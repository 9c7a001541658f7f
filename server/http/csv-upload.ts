import { readFile, rm } from "node:fs/promises";
import { AppError } from "./app-error.ts";

export interface UploadedFile {
  path: string;
  originalname: string;
  mimetype: string;
}

const csvMimes = new Set([
  "text/csv",
  "text/plain",
  "application/csv",
  "application/vnd.ms-excel",
  "application/octet-stream",
]);

/** The file's text when it is a CSV, judged from its name, declared type and bytes (a spreadsheet's binary is not). */
export async function readCsvText(file: UploadedFile | undefined): Promise<string> {
  if (!file)
    throw new AppError("invalid_input", "Choose a CSV file", [{ path: "file", message: "required" }]);
  // The file is only read, never kept: it leaves the incoming folder whatever the outcome.
  const bytes = await readFile(file.path).finally(() => rm(file.path, { force: true }));
  const looksBinary = bytes.includes(0) || (bytes[0] === 0x50 && bytes[1] === 0x4b);
  if (!/\.csv$/i.test(file.originalname) || !csvMimes.has(file.mimetype) || looksBinary)
    throw new AppError(
      "unsupported_type",
      "Only CSV files can be imported; save the spreadsheet as CSV (comma-separated) first",
      [{ path: "file", message: "not a CSV file" }],
    );
  const text = bytes.toString("utf8");
  if (text.includes("\uFFFD"))
    throw new AppError("unsupported_type", "The file is not UTF-8 text", [
      { path: "file", message: "not UTF-8 text" },
    ]);
  return text.replace(/^\uFEFF/, "");
}
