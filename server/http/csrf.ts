import type { RequestHandler } from "express";
import { CSRF_HEADER, CSRF_HEADER_VALUE } from "../../shared/api/error-body.ts";
import { AppError } from "./app-error.ts";

const SAFE = new Set(["GET", "HEAD", "OPTIONS"]);

// SameSite=Lax stops most cross-site posts; a custom header adds a second lock, because a
// cross-site form cannot set headers and a cross-site fetch with one needs a CORS preflight we never grant.
export const requireCsrfHeader: RequestHandler = (req, _res, next) => {
  if (SAFE.has(req.method) || req.get(CSRF_HEADER) === CSRF_HEADER_VALUE) return next();
  next(new AppError("forbidden", `State-changing requests need the ${CSRF_HEADER} header`));
};
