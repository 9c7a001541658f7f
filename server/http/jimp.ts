/**
 * Jimp and its codecs hold about 40 MB once loaded; most server processes never read an image, so it is loaded on the
 * first photo, thumbnail or OCR page rather than at start-up.
 */
export async function loadJimp() {
  return (await import("jimp")).Jimp;
}
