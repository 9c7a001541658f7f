import type { Role } from "../../shared/accounts/schemas.ts";

declare global {
  // eslint-disable-next-line @typescript-eslint/no-namespace
  namespace Express {
    interface User {
      id: number;
      email: string;
      name: string;
      role: Role;
      companyId: number;
      technicianId: number | null;
    }
  }
}

export type SignedInUser = Express.User;

/**
 * Who may call a route. `roles` is checked first (401 when signed out, 403 for a wrong role);
 * `owns` then checks the object named in the params; a foreign object answers 404 exactly like a
 * missing one, so ids of other companies never reveal that they exist.
 */
export interface Policy {
  readonly name: string;
  readonly roles: readonly Role[] | "anyone" | "signed_in";
  readonly owns?: (user: SignedInUser, params: Record<string, unknown>) => Promise<boolean> | boolean;
}

export const anyone: Policy = { name: "anyone", roles: "anyone" };
export const signedIn: Policy = { name: "signed in", roles: "signed_in" };

export function requireRole(...roles: Role[]): Policy {
  return { name: roles.join(" or "), roles };
}

/** A role rule plus an ownership check on the route's object. */
export function requireOwnership(
  base: Policy,
  name: string,
  owns: (user: SignedInUser, params: Record<string, unknown>) => Promise<boolean> | boolean,
): Policy {
  return { ...base, name: `${base.name}, ${name}`, owns };
}

export function hasRole(policy: Policy, role: Role): boolean {
  if (policy.roles === "anyone" || policy.roles === "signed_in") return true;
  return policy.roles.includes(role);
}
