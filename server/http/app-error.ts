import type { ErrorCode, FieldProblem } from "../../shared/api/error-body.ts";

const STATUS: Record<ErrorCode, number> = {
  bad_request: 400,
  unauthenticated: 401,
  forbidden: 403,
  not_found: 404,
  conflict: 409,
  gone: 410,
  too_large: 413,
  unsupported_type: 415,
  invalid_input: 422,
  too_many_requests: 429,
  unavailable: 503,
  internal: 500,
  transfer_required: 409,
};

export class AppError extends Error {
  constructor(
    readonly code: ErrorCode,
    message: string,
    readonly fields?: FieldProblem[],
  ) {
    super(message);
  }

  get status(): number {
    return STATUS[this.code];
  }
}

export const notFound = (what = "That record") => new AppError("not_found", `${what} was not found`);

Problem details :: In the data above, how many lines contain the word "true"? Only the number is wanted.

Output of the exercise :: 2